WHAT IS NEEDED: Could you find every line in the entries below that holds the word "households" and copy it?

Collected data
- Opening Delimiter -

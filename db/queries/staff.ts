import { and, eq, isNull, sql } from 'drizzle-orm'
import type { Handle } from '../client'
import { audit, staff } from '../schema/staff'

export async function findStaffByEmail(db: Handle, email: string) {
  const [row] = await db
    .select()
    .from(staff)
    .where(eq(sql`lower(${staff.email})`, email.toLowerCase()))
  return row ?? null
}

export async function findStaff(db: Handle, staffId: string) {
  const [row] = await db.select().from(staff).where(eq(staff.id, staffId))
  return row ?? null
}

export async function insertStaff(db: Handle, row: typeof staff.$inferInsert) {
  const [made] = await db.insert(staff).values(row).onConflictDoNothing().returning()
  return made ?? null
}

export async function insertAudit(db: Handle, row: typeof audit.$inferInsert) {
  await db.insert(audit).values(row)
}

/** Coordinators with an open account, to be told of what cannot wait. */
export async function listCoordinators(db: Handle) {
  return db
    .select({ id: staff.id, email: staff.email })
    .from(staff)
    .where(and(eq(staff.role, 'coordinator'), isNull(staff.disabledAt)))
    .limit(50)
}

- Closing Delimiter -
- Opening Delimiter -

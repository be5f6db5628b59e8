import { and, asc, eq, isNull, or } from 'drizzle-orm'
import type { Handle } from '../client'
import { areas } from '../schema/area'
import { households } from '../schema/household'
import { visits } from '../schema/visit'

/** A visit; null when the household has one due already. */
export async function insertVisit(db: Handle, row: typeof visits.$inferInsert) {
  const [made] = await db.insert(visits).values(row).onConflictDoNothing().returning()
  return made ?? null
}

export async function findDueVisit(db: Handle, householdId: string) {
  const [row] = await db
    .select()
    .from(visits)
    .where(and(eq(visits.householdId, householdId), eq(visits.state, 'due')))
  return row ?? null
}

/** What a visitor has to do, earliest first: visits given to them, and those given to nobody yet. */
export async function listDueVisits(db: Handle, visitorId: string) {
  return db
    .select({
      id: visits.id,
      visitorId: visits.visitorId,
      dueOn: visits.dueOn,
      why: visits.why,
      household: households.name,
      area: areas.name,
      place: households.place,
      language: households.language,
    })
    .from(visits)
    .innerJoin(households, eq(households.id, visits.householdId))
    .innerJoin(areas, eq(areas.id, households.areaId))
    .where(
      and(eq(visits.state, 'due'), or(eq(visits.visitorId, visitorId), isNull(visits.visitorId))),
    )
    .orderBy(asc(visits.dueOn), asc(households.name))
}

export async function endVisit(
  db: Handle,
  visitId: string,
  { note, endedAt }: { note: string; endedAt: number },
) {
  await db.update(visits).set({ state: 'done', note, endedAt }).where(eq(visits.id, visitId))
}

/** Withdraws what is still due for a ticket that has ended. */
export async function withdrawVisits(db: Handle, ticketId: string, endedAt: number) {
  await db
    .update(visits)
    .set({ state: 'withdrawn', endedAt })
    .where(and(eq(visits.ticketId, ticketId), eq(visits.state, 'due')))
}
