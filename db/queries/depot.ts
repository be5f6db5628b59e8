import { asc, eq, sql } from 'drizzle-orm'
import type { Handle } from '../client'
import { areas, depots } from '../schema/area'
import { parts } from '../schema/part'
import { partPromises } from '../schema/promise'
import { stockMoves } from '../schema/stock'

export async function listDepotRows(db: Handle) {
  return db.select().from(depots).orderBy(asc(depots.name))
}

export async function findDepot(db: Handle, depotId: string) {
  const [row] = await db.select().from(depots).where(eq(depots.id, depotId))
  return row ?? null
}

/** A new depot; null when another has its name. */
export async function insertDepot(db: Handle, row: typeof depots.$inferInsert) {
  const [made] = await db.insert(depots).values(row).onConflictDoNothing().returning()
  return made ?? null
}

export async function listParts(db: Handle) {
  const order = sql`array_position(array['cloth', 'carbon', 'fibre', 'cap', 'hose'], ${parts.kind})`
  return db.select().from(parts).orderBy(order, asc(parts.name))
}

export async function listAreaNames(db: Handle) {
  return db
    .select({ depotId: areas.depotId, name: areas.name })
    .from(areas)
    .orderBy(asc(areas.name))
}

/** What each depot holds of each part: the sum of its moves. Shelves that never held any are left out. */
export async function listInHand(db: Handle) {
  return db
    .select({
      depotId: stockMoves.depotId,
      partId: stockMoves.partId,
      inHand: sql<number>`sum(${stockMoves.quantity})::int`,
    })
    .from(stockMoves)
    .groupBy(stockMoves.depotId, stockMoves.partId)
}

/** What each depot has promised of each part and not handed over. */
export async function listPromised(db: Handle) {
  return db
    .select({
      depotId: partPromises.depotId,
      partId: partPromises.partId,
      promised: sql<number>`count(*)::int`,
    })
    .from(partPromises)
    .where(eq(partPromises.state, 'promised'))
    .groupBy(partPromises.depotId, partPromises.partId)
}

- Closing Delimiter -

SOLUTION TO THE EXERCISE:
import { households } from '../schema/household'
      household: households.name,
      place: households.place,
      language: households.language,
    .innerJoin(households, eq(households.id, visits.householdId))
    .innerJoin(areas, eq(areas.id, households.areaId))
    .orderBy(asc(visits.dueOn), asc(households.name))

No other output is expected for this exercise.